Combining chocolate and fruit is never a bad idea, in my opinion. It just makes sense. What could be better than two of my favorite foods joining forces? When I saw a recipe that unites peaches with chocolate brownies, I knew I had to have it on my plate and in my belly as soon as possible.
The original list of ingredients from Sandra's Easy Cooking included eggs and butter, which I swapped out with unsweetened applesauce and Earth Balance. The end result is a beautiful coupling of dense cake and summer fruit that contains just the right amount of sweetness.

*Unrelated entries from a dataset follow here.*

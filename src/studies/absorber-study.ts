/**
 * The absorber study as a study definition (definition.ts): plans from absorber-plan.ts,
 * scores each candidate's probe series against the reference run, recommends the fewest
 * cells meeting the target, and describes its table, files and emitted runs.
 */
import { formatBytes } from '../scenario/units.ts';
import {
  ABSORBER_SWEEP_DEFAULTS, absorberKey, absorberOptionProblems, applyAbsorber, compareAbsorbers, gradingKey, planAbsorberStudy, recommendAbsorber,
  type AbsorberBasis, type AbsorberCandidatePlan, type AbsorberGrading, type AbsorberStudyOptions, type AbsorberStudyPlan, type StudyProbe,
} from './absorber-plan.ts';
import { type StudyChart, type StudyDefinition, type StudyOutput, optionReaders } from './definition.ts';
import type { ProbeSeriesResult } from './jobs.ts';
import type { StudyPool } from './pool.ts';
import { reflectionErrorDb, reflectionErrorSeries } from './reflection.ts';
import { runStudy, type StudyCallbacks } from './run-study.ts';

export * from './absorber-plan.ts';
export type { StudyCallbacks } from './run-study.ts';

export interface AbsorberCandidateResult {
  cells: number; order: number; sigmaScale: number; kappaMax: number; alphaMax: number;
  key: string;
  isCurrent: boolean;
  /** Worst of the user's probes: max_n |E − Eref| / max_n |Eref|, dB; NaN if the run failed. */
  reflection_dB: number;
  /** The worst case: the larger of every probe's figure (the user's and those along the layer) and the long window's, dB. */
  reflection_worst_dB: number;
  /** Every probe over the long window against the long reference, dB (NaN without the long-run check). */
  long_dB: number;
  /** The probe where the worst case was found. */
  worst_case_probe: string;
  theory_dB: number;
  memory_bytes: number;
  /** Run time of the candidate in its worker, s. */
  seconds: number;
  nx: number;
  ny: number;
  /** Name of the probe with the largest error. */
  worst_probe: string;
  per_probe_dB: Record<string, number>;
  /** |E − Eref| / max|Eref| at the worst probe, one value per sample n = 0..steps. */
  errorSeries: Float32Array;
  /** Why the candidate has no figure (a failed or unstable run). */
  error?: string;
}

export interface AbsorberStudyResult {
  target_dB: number;
  /** What the recommendation rests on. */
  basis: AbsorberBasis;
  /** Steps of the long window (0: no long-run check). */
  longSteps: number;
  steps: number;
  dt_s: number;
  probes: StudyProbe[];
  reference: { nx: number; ny: number; seconds: number };
  /** Finished candidates, ordered by cells, order, sigmaScale, kappaMax, alphaMax. */
  candidates: AbsorberCandidateResult[];
  /** Fewest cells meeting the target, ties broken by the larger margin; null if none does. */
  recommended: AbsorberCandidateResult | null;
  /** The user's own setting, when it finished. */
  current: AbsorberCandidateResult | null;
  /** Candidates planned (finished or not). */
  planned: number;
  /** False when the study was cancelled before every candidate finished. */
  complete: boolean;
  /** Serial numbers of the workers that ran jobs. */
  workers: number[];
  /** Wall-clock seconds of the whole study. */
  seconds: number;
}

Upside Down Peach Brownies
- 1 1/2 cups vegan refined sugar
- 1/2 cup cocoa powder
- 1 cup unsweetened applesauce
- 1 teaspoon vanilla extract
- 2 tablespoons vegan butter, softened
- 1/2 teaspoon sea salt
- 2 cups all-purpose flour
- 2 tablespoons brown sugar
- 15-20 peach slices, canned*
- 1 tablespoon vegan confectioners’ sugar
- Preheat your oven to 350 degrees Fahrenheit and line an 8×8″ square pan with parchment paper.
- In a large bowl, mix together the refined sugar, cocoa, applesauce, vanilla, Earth Balance and sea salt on low speed until combined.

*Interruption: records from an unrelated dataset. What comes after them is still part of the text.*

/**
 * The command line's stepping loop for one scenario, shared by `run` and `report`: steps in
 * batches with the blow-up watch, a progress bar on stderr, and Ctrl-C stopping the run with
 * what was computed kept.
 */
import type { AnySimulation } from '../engine/create-simulation.ts';
import { drive, type DriveOutcome } from '../engine/batch-driver.ts';
import { ProgressBar } from './progress.ts';

/** How a run ended: the driver's outcome and whether Ctrl-C stopped it. */
export interface RunEnd {
  outcome: DriveOutcome;
  interrupted: boolean;
}

/**
 * Steps `sim` to its end (or a blow-up, or Ctrl-C) with a progress bar; `afterInterrupt`
 * finishes the bar's line when Ctrl-C stopped it ("writing what was computed").
 *
 * @example
 * const { outcome, interrupted } = await runWithProgress(sim, 'writing what was computed');
 */
export async function runWithProgress(sim: AnySimulation, afterInterrupt: string): Promise<RunEnd> {
  let interrupted = false;
  const onSignal = () => { interrupted = true; };
  process.on('SIGINT', onSignal);
  const bar = new ProgressBar('run');
  let outcome: DriveOutcome;
  try {
    outcome = await drive(sim, {
      cellsPerBatch: 4e7, watch: true, shouldStop: () => interrupted,
      afterBatch: async (s) => {
        bar.update(s.stepsDone, s.stepsTotal, 'steps');
        await new Promise((resolve) => setImmediate(resolve)); // lets Ctrl-C through
      },
    });
  } finally {
    process.off('SIGINT', onSignal);
  }
  bar.done(interrupted ? `interrupted at step ${sim.stepsDone} of ${sim.stepsDone + sim.stepsLeft}; ${afterInterrupt}` : '');
  return { outcome, interrupted };
}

- Add in the flour and mix on medium speed until all ingredients are fully combined. The batter will be pretty thick.
- Place the peach slices in rows in the bottom of the pan, on top of the parchment paper, and sprinkle the brown sugar over top of them.

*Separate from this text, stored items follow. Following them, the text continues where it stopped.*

describe('refused: probes and lines', () => {
  // every case below checks a rule of the scenario contract: docs/scenario.md "Format 1" (no outside source applies)
  it('probe outside the interior', () => {
    expect(at(refused((s) => { s.probes[2].y = 0.295; }), 'probes[2].y')).toMatch(/^0\.295 m lies in the absorber layer \(nearest node j = 295\); keep y between 0\.01 m and 0\.289 m/);
  });
  it('line end outside the interior', () => {
    expect(at(refused((s) => { s.lines[0].x1 = 0.3; }), 'lines[0].x1')).toMatch(/^0\.3 m lies outside the grid .*keep x1 between 0\.01 m and 0\.289 m/);
  });
  it('line start in the absorber', () => {
    expect(at(refused((s) => { s.lines[0].y0 = 0.002; }), 'lines[0].y0')).toMatch(/^0\.002 m lies in the absorber layer/);
  });
  it('duplicate probe names', () => {
    expect(at(refused((s) => { s.probes[2].name = 'near'; }), 'probes[2].name'))
      .toBe('"near" is already the name of probes[0]; give every probe and line its own name');
  });
  it('a line named like a probe', () => {
    expect(at(refused((s) => { s.lines[0].name = 'far'; }), 'lines[0].name')).toMatch(/is already the name of probes\[1\]/);
  });
  it('empty name', () => {
    expect(at(refused((s) => { s.probes[0].name = ''; }), 'probes[0].name')).toMatch(/^is empty; give a name of 1 to 40/);
  });
  it('name of 41 characters', () => {
    expect(at(refused((s) => { s.probes[0].name = 'x'.repeat(41); }), 'probes[0].name')).toMatch(/is 41 characters long; use at most 40$/);
  });
  it('name starting with "-" (it would also read as a formula in a spreadsheet)', () => {
    expect(at(refused((s) => { s.probes[1].name = '-far'; }), 'probes[1].name')).toBe('"-far" starts with "-"; start the name with a letter or digit');
  });
  it('name with a character outside the set', () => {
    expect(at(refused((s) => { s.lines[0].name = 'x/axis'; }), 'lines[0].name')).toMatch(/contains "\/"; use only letters, digits, spaces/);
  });
  it('name not text', () => {
    expect(at(refused((s) => { s.probes[0].name = 7; }), 'probes[0].name')).toBe('expected a name in double quotes but found 7');
  });
  it('probe missing a coordinate', () => {
    expect(at(refused((s) => { delete s.probes[1].x; }), 'probes[1].x')).toMatch(/^required; give the x coordinate in metres/);
  });
  it('probes not a list', () => {
    expect(at(refused((s) => { s.probes = { name: 'near', x: 0.18, y: 0.15 }; }), 'probes')).toMatch(/^expected a list of probes .* but found an object/);
  });
});

describe('refused: frequencies and steps', () => {
  // every case below checks a rule of the scenario contract: docs/scenario.md "Format 1" (no outside source applies)
  it('a negative frequency', () => {
    expect(at(refused((s) => { s.frequencies[1] = -1; }), 'frequencies[1]')).toMatch(/^-1 is not above 0; give a frequency in Hz/);
  });
  it('a zero frequency', () => {
    expect(at(refused((s) => { s.frequencies[2] = 0; }), 'frequencies[2]')).toMatch(/^0 is not above 0/);
  });
  it('an infinite frequency', () => {
    expect(at(refused((s) => { s.frequencies[0] = Infinity; }), 'frequencies[0]')).toMatch(/^Infinity is not a finite number/);
  });
  it('a frequency at or above 1/(2·dt)', () => {
    // Nyquist: a signal sampled every dt holds frequencies below 1/(2·dt) (Shannon 1949)
    expect(at(refused((s) => { s.frequencies[0] = 3e11; }), 'frequencies[0]'))
      .toBe('300000000000 Hz is not below 1/(2·dt) = 2.998e11 Hz, the highest frequency this time step can sample; use a lower frequency, or smaller cells or Courant number');
  });
  it('steps zero', () => {
    expect(at(refused((s) => { s.steps = 0; }), 'steps')).toMatch(/^0 is below 1; run at least one step; give the number of time steps/);
  });
  it('steps not whole', () => {
    expect(at(refused((s) => { s.steps = 12.5; }), 'steps')).toMatch(/^12\.5 is not a whole number/);
  });
  it('steps missing', () => {
    expect(at(refused((s) => { delete s.steps; }), 'steps')).toMatch(/^required; give the number of time steps to run, e.g. 1200/);
  });
});

describe('refused: memory', () => {
  // every case below checks a rule of the scenario contract: docs/scenario.md "Format 1" (no outside source applies)
  it('a grid above the cap names grid.nx and grid.ny, the bytes and the cap', () => {
    const problems = refused((s) => { s.grid.nx = 30000; s.grid.ny = 30000; });
    const bytes = engineMemoryBytes({
      nx: 30000, ny: 30000, cells: 10, steps: 1200, probes: 3,
      dftPoints: 3 + lineNodes(0.16, 0.15, 0.28, 0.15, 0.001, 0.001).length, frequencies: 3, fullGridDft: false,
    });
    for (const path of ['grid.nx', 'grid.ny']) {
      const m = at(problems, path);
      expect(m).toContain(`(${bytes} bytes)`);
      expect(m).toContain(`above the cap of 2 GiB (${MEMORY_CAP_BYTES} bytes)`);
      expect(m).toMatch(/use a smaller grid/);
    }
  });
  it('a grid that fits but too many steps also names steps', () => {
    const problems = refused((s) => { s.steps = 200_000_000; });
    expect(at(problems, 'grid.nx')).toMatch(/above the cap/);
    expect(at(problems, 'steps')).toMatch(/the fields fit, but the stored time series and running DFTs do not/);
  });
});

describe('refused: file level', () => {
  // every case below checks a rule of the scenario contract: docs/scenario.md "Format 1" (no outside source applies)
  it('version 2 is a newer format, and nothing else is judged', () => {
    const problems = refused((s) => { s.version = 2; s.grid.courant = 5; s.extra = true; });
    expect(problems).toEqual([{
      path: 'version',
      message: '2 is a newer scenario format than this build of gridgauge reads (it reads version 1); update gridgauge, or rewrite the file as version 1',
    }]);
  });
  it('version as text', () => {
    expect(at(refused((s) => { s.version = '1'; }), 'version')).toBe('"1" (text) is not a scenario format version; write 1 or leave the field out');
  });
  it('version 0', () => {
    expect(at(refused((s) => { s.version = 0; }), 'version')).toMatch(/^0 is not a scenario format version/);
  });
  it('a wrong format name', () => {
    expect(at(refused((s) => { s.format = 'other-tool'; }), 'format')).toBe('"other-tool" (text) is not the name of this format; write "gridgauge-scenario" or leave the field out');
  });
  it('unknown field with a did-you-mean', () => {
    const problems = refused((s) => { s.grid.courrant = s.grid.courant; delete s.grid.courant; });
    expect(at(problems, 'grid.courrant')).toBe('unknown field; did you mean grid.courant?');
    expect(at(problems, 'grid.courant')).toMatch(/^required/);
  });
  it('unknown field in the wrong section', () => {
    expect(at(refused((s) => { s.grid.epsR = 4; }), 'grid.epsR')).toBe('unknown field here; did you mean medium.epsR?');
  });
  it('a waveform field directly in source', () => {
    expect(at(refused((s) => { s.source.f0 = 1e10; }), 'source.f0')).toBe('unknown field here; did you mean source.waveform.f0?');
  });
  it('unknown field inside a probe', () => {
    expect(at(refused((s) => { s.probes[1].nmae = 'x'; }), 'probes[1].nmae')).toBe('unknown field; did you mean probes[1].name?');
  });
  it('a time step given directly', () => {
    expect(at(refused((s) => { s.dt = 1e-12; }), 'dt')).toMatch(/^unknown field; the time step is not given directly; it follows from grid.courant/);
  });
  it('an unknown field with nothing close lists the fields', () => {
    expect(at(refused((s) => { s.absorber.thickness = 3; }), 'absorber.thickness'))
      .toBe('unknown field; remove it (absorber takes cells, order, sigmaScale, kappaMax, alphaMax)');
  });
  it('an odd key is quoted in the path', () => {
    expect(at(refused((s) => { s['a b'] = 1; }), '["a b"]')).toMatch(/^unknown field/);
  });
  it.each([
    ['a list', [1, 2]],
    ['null', null],
    ['a number', 3],
    ['text', 'scenario'],
  ])('a top-level value that is %s', (kind, value) => {
    expect(at(problemsOf(value), '(scenario)')).toMatch(new RegExp(`^expected a scenario object .* but found ${kind}`));
  });
  it('lists every problem, not only the first', () => {
    const problems = refused((s) => { s.grid.dx = -1; s.medium.epsR = 0; s.steps = 0; s.probes[0].name = ''; });
    expect(problems.map((p) => p.path)).toEqual(['grid.dx', 'medium.epsR', 'probes[0].name', 'steps']);
  });
  it('skips a rule whose inputs are invalid: no stability or frequency message when dx is wrong', () => {
    // the 1/(2·dt) check needs dx; with dx refused it must stay silent
    const problems = refused((s) => { s.grid.dx = 'big'; s.grid.courant = 0.9; s.frequencies = [1e15]; });
    expect(problems.map((p) => p.path)).toEqual(['grid.dx']);
  });
  it('caps the list at MAX_PROBLEMS and says how many more there are', () => {
    const problems = refused((s) => { for (let k = 0; k < 150; k++) s[`junk${k}`] = k; });
    expect(problems).toHaveLength(MAX_PROBLEMS);
    expect(problems.at(-1)).toEqual({ path: '(scenario)', message: `${150 - MAX_PROBLEMS + 1} more problems not listed; fix the ones above first` });
  });
  it('a getter that throws does not escape', () => {
    const s = demo();
    Object.defineProperty(s.grid, 'nx', { enumerable: true, get() { throw new Error('boom'); } });
    expect(at(problemsOf(s), '(scenario)')).toBe('could not be read (boom); pass plain data as read from a JSON file');
  });
  it('a proxy that throws on every trap does not escape', () => {
    const hostile = new Proxy({}, { get() { throw new Error('no'); }, ownKeys() { throw new Error('no'); }, has() { throw new Error('no'); } });
    expect(validateScenario(hostile).ok).toBe(false);
  });
});

describe('malformed JSON', () => {
  // RFC 8259 grammar; line and column are counted from 1 (common practice, no source)
  const cases: [string, string, string][] = [
    ['trailing comma', '{\n  "steps": 10,\n}', 'malformed JSON at line 3, column 1: a comma before "}" is not allowed in JSON; remove the last comma'],
    ['missing comma', '{\n  "grid": {\n    "nx": 300\n    "ny": 300\n  }\n}', 'malformed JSON at line 4, column 5: expected "," or "}" but found "\\""; is a comma missing?'],
    ['unclosed object', '{ "steps": 10', 'malformed JSON at line 1, column 14: the file ends inside an object; a "}" is missing'],
    ['single quotes', "{ 'steps': 10 }", 'malformed JSON at line 1, column 3: expected a field name in double quotes but found a single quote (JSON needs double quotes)'],
    ['a comment', '{\r\n  // note\r\n  "steps": 1 }', 'malformed JSON at line 2, column 3: comments are not allowed in JSON; remove them'],
    ['NaN', '{ "steps": NaN }', 'malformed JSON at line 1, column 12: NaN is not allowed in JSON; write a finite number'],
    ['a leading zero', '{ "steps": 012 }', 'malformed JSON at line 1, column 12: malformed number; JSON numbers have no leading zeros, hex or trailing dots; write it like 0.5, -2 or 1e-3'],
    ['unclosed text', '{ "name": "near }', 'malformed JSON at line 1, column 11: this text is never closed; add the closing double quote'],
    ['a bad escape', '{ "a": "C:\\dir" }', 'malformed JSON at line 1, column 11: "\\d" is not a JSON escape; write "\\\\" for a backslash'],
    ['text after the object', '{} {}', 'malformed JSON at line 1, column 4: unexpected "{" after the end of the scenario; remove it'],
    ['a bare word', '{ "kind": ricker }', 'malformed JSON at line 1, column 11: "ricker" is not a JSON value; text needs double quotes, and only true, false and null are bare words'],
    ['columns count characters, not UTF-16 units', '{ "𝑥": 1 x }', 'malformed JSON at line 1, column 10: expected "," or "}" but found "x"; is a comma missing?'],
  ];
  it.each(cases)('%s', (_name, text, message) => {
    // RFC 8259 (JSON grammar); line and column are 1-based, common practice in editors
    expect(parseScenarioText(text)).toEqual({ ok: false, problems: [{ path: '(file)', message }] });
  });
  it('an empty file', () => {
    expect(parseScenarioText('  \n')).toEqual({ ok: false, problems: [{ path: '(file)', message: 'is empty; a scenario file holds one JSON object, see examples/demo.json' }] });
  });
  it('a very deep nesting is reported, not a stack overflow', () => {
    const r = parseScenarioText('['.repeat(200_000));
    expect(r.ok).toBe(false);
    if (!r.ok) expect(r.problems[0].message).toMatch(/^malformed JSON at line 1, column 200001: the file ends/);
  });
});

- Pour the batter on top of the peaches, spreading it out evenly with a spoon.
- Bake for 35-40 minutes, until a toothpick can be inserted and removed cleanly.
- Remove the brownies from the oven and allow to cool for 10 minutes before removing them from the pan.
- Placing a place on top of the pan, flip the brownies over on top of the plate.
- Remove the pan and peel off the parchment paper.
- Allow the brownies to cool to room temperature, sprinkle with confectioners’ sugar and enjoy!